In an essay on "The Significance of Jacksonian Democracy" (in New Viewpoints in American History (1922)) Schlesinger drew attention to the fact that "while democracy was working out its destiny in the forests of the Mississippi Valley, the men left behind in the eastern cities were engaging in a struggle to establish conditions of equality and social well-being adapted to their special circumstances".

As a historian of the rise of the city in American life, he argued that for a full understanding of the Jacksonian democratic movement: "It is necessary to consider the changed circumstances of life of the common man in the new industrial centers of the East since the opening years of the nineteenth century." This was a challenge to the frontier thesis of his Harvard colleague Frederick Jackson Turner. In Schlesinger's essay, the common man of the Mississippi Valley and the common man of eastern industrialism stood uneasily side by side.

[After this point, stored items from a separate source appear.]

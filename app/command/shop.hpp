// A tank file with everything that is needed to compute its tank: the bath types, the one it names, the
// chemistry.
#pragma once

#include <bathwright/bath/chemistry.hpp>
#include <bathwright/plugin_host/registry.hpp>

#include "context.hpp"

namespace bathwright::command {

/// The program's own plugin folders, the user's, then those named with --plugins; the user's data and cache.
[[nodiscard]] plugin_host::Places plugin_places(const Context& context);

/// What those places have.
[[nodiscard]] plugin_host::BathTypes known_bath_types(const Context& context);

struct Shop {
  bath::Tank tank;
  bath::Chemistry chemistry;
  std::string made_with;  ///< the bath type as the log names it: identifier, version, hash of its file

  [[nodiscard]] const bath::BathType& type() const { return chemistry.type(); }
};

/// Reads the tank and prepares its chemistry. Fails on the file, on a bath type nobody provides, on aims at
/// quantities the bath type does not have, on temperatures it does not cover.
Result<Shop> open_shop(const Context& context, const std::string& tank_path);

using RunOnReadings =
    std::function<int(const Context&, const std::string& tank, const std::string& readings)>;
/// TANK and READINGS, for verbs that work readings out, and the action that takes them.
void add_tank_and_readings(CLI::App& verb, Context& context, Action& action, RunOnReadings run);

/// The same for a tank that was read already.
Result<Shop> shop_of(const Context& context, bath::Tank tank);

/// The state of a tank as the tank's own aims describe it, at the mark.
Result<bath::TankState> state_at_aims(const Shop& shop);

}  // namespace bathwright::command
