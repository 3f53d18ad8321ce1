#include "printed.hpp"

#include <CLI/CLI.hpp>
#include <bathwright/base/whole_file.hpp>

namespace bathwright::command {

void add_printed_files(CLI::App& verb, PrintedFiles& files) {
  verb.add_option("--pdf", files.pdf, "also writes the sheet to this file as PDF, to print it");
  verb.add_option_function<std::string>(
          "--paper", [&files](const std::string& name) { files.paper = *sheets::paper_of(name); },
          "of the PDF: a4 or letter")
      ->check(CLI::IsMember({"a4", "letter"}))
      ->default_str("a4");
  verb.add_option("--html", files.html, "also writes the sheet to this file as HTML");
}

Outcome write_printed(const PrintedFiles& files, const sheets::Page& page) {
  if (!files.html.empty())
    if (Outcome written = write_whole(files.html, sheets::html_of(page)); !written) return written;
  if (files.pdf.empty()) return Done{};
  const auto pdf = sheets::pdf_of(page, files.paper);
  if (!pdf) return pdf.problems();
  return write_whole(files.pdf, *pdf);
}

}  // namespace bathwright::command
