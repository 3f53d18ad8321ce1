// bathwright path TANK --add ...: free ions, pH and headroom along an addition.
#include <bathwright/base/nearest.hpp>
#include <bathwright/sheets/path_sheet.hpp>
#include <bathwright/units/read.hpp>

#include "context.hpp"
#include "tank_state.hpp"
#include "view_json.hpp"

namespace bathwright::command {
namespace {

struct Portion {
  std::string chemical;
  double kg = 0;
  bath::Brings brings;
};

/// "12 kg nickel-sulfate" or "2 L sulfuric-acid", of a chemical on the tank's shelf or in the catalogue.
Result<Portion> read_portion(const std::string& text, const Shop& shop) {
  const std::string where = "--add \"" + text + "\"";
  const std::size_t last_space = text.find_last_of(' ');
  if (last_space == std::string::npos)
    return Problem{Fault::bad_input, where, "an amount or a chemical is missing", "\"12 kg nickel-sulfate\"",
                   ""};
  const std::string amount = text.substr(0, last_space), id = text.substr(last_space + 1);
  const auto& catalogue = matter::StockCatalogue::built_in();
  const bath::ShelfItem* item = shop.tank.on_shelf(id);
  const matter::StockChemical* stock = item ? &item->stock : catalogue.find(id);
  if (!stock) {
    const auto close = nearest(id, catalogue.ids());
    return Problem{Fault::bad_input, where, id + " is not on the shelf or in the catalogue",
                   "the id of a chemical", close ? "Did you mean " + *close + "?" : ""};
  }
  auto brings = shop.chemistry.brings(*stock);
  if (!brings) return brings.problems();
  const auto mass = units::read_mass(amount, where);
  if (mass) return Portion{id, mass->v, *std::move(brings)};
  const auto volume = units::read_volume(amount, where);
  if (!stock->liquid || !volume) return mass.problems();
  return Portion{id, volume->v * stock->kg_per_L, *std::move(brings)};
}

Result<std::vector<sheets::PathPoint>> walk(const Shop& shop, bath::TankState state,
                                            const std::vector<Portion>& portions, int steps) {
  std::vector<sheets::PathPoint> points;
  double total_kg = 0;
  const auto stop_here = [&](const std::string& chemical, double added_kg) -> Outcome {
    auto view = shop.chemistry.quick_view(state);
    if (!view) return view.problems();
    points.push_back({chemical, added_kg, total_kg, *std::move(view)});
    return Done{};
  };
  if (Outcome ok = stop_here("", 0); !ok) return ok.problems();
  for (const Portion& portion : portions) {
    const double step_kg = portion.kg / steps;
    for (int step = 1; step <= steps; ++step) {
      state = bath::Chemistry::after(std::move(state), portion.brings, step_kg);
      total_kg += step_kg;
      if (Outcome ok = stop_here(portion.chemical, step * step_kg); !ok) return ok.problems();
    }
  }
  return points;
}

Json json_of(const Shop& shop, const std::vector<sheets::PathPoint>& points, const std::string& from) {
  Json doc = document({});
  doc["tank"] = shop.tank.name;
  doc["state_from"] = from;
  doc["headroom_unit"] =
      "log10 of the distance from saturation at the working temperature, positive below it";
  doc["points"] = Json::array();
  for (const auto& point : points)
    doc["points"].push_back({{"added", point.total_kg},
                             {"chemical", point.chemical},
                             {"pH", point.view.pH},
                             {"log10_activity", log10_activities(point.view)},
                             {"free_molality", free_molalities(point.view)},
                             {"headroom", headroom_log10(point.view)},
                             {"concentrations", concentrations(shop.type(), point.view)},
                             {"volume_L", point.view.volume_L}});
  return doc;
}

struct Options {
  std::string tank, readings;
  std::vector<std::string> additions;
  int steps = 10;
};

int run(const Context& context, const Options& options) {
  const auto shop = open_shop(context, options.tank);
  if (!shop) return fail(context, shop.problems());
  std::vector<Portion> portions;
  Problems problems;
  for (const std::string& text : options.additions) {
    auto portion = read_portion(text, *shop);
    if (portion)
      portions.push_back(*std::move(portion));
    else
      problems.insert(problems.end(), portion.problems().begin(), portion.problems().end());
  }
  if (!problems.empty()) return fail(context, problems);
  auto start = starting_state(context, *shop, options.readings);
  if (!start) return fail(context, start.problems());
  const auto points = walk(*shop, start->state, portions, options.steps);
  if (!points) return fail(context, points.problems());
  if (context.json)
    print(json_of(*shop, *points, start->from));
  else
    print(sheets::path_sheet(shop->tank, *points));
  for (const auto& point : *points)
    if (const auto nearest = sheets::nearest_solid(point.view); nearest && nearest->log10_room < 0)
      return Exit::finding;
  return Exit::all_well;
}

}  // namespace

void add_path(CLI::App& program, Context& context, Action& action) {
  auto* verb = program.add_subcommand("path", "free ions, pH and headroom along an addition")->fallthrough();
  auto options = std::make_shared<Options>();
  verb->add_option("TANK", options->tank, "the tank, TOML")->required()->check(CLI::ExistingFile);
  verb->add_option("--add", options->additions, "amount and chemical, once for each, in their order")
      ->required();
  verb->add_option("--steps", options->steps, "points for each addition")->check(CLI::Range(1, 1000));
  verb->add_option("--readings", options->readings, "start from these; else the last analysis, else the aims")
      ->check(CLI::ExistingFile);
  verb->footer(
      "Example: bathwright path baths/n-07.toml --add \"4 kg boric-acid\" --add \"12 kg nickel-sulfate\"\n");
  verb->callback(
      [&context, &action, options] { action = [&context, options] { return run(context, *options); }; });
}

}  // namespace bathwright::command
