// Checks an answer by plain sums over the chemical system; shares nothing with the code that found it.
#pragma once

#include <bathwright/speciation/solver.hpp>

namespace bathwright::speciation {

[[nodiscard]] Residuals verify(const Solver& solver, const Constants& ln_K, const Task& task,
                               const Equilibrium& answer);

}  // namespace bathwright::speciation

He was born in Xenia, Ohio and graduated from the Ohio State University in 1910. He took his Ph.D. in history at Columbia University. He taught at Ohio State and the University of Iowa before joining the faculty of Harvard University as a professor of history in 1924. Schlesinger taught at Harvard until 1954. Harvard's Schlesinger Library in women's history is named after him and his wife Elizabeth, a noted feminist. He became an editor of the New England Quarterly in 1928.

He once characterized prejudice against Catholics as "the deepest bias in the history of the American people"[2]

Works

  • 1918 The Colonial Merchants and the American Revolution, 1763–1776 full text online
  • 1922 New Viewpoints in American History, historiographical essays full text online
  • 1933 The Rise of the City, 1878–1898 * 1941 Political and Social Growth of the American People, 1865–1940, textbook in numerous editions
  • 1944 "Biography of a Nation of Joiners"
  • 1946 "Learning How to Behave: A Historical Study of American Etiquette Books"
  • 1958 Prelude to Independence: The Newspaper War on Britain, 1764–1776
  • 1950 The American as reformer.
  • 1968 Birth of the Nation: A Portrait of the American People on the Eve of Independence

References

  1. ^ Straddling Worlds by Steven J. Harper, page 99
  2. ^ "No You Don't, Mr. Pope!": A Brief History of Anti-Catholicism in America, A Three Part Series Offered by the Saint Francis University's Catholic Studies at a Distance Program Delivered by Arthur Remillard, Assistant Professor of Religious Studies. Saint Francis University CERMUSA website, retrieved May 2007
  • Arthur Meier Schlesinger, Jr. A Life in the Twentieth Century: Innocent Beginnings, 1917 - 1950 (2000) son's memoirs has much on the father.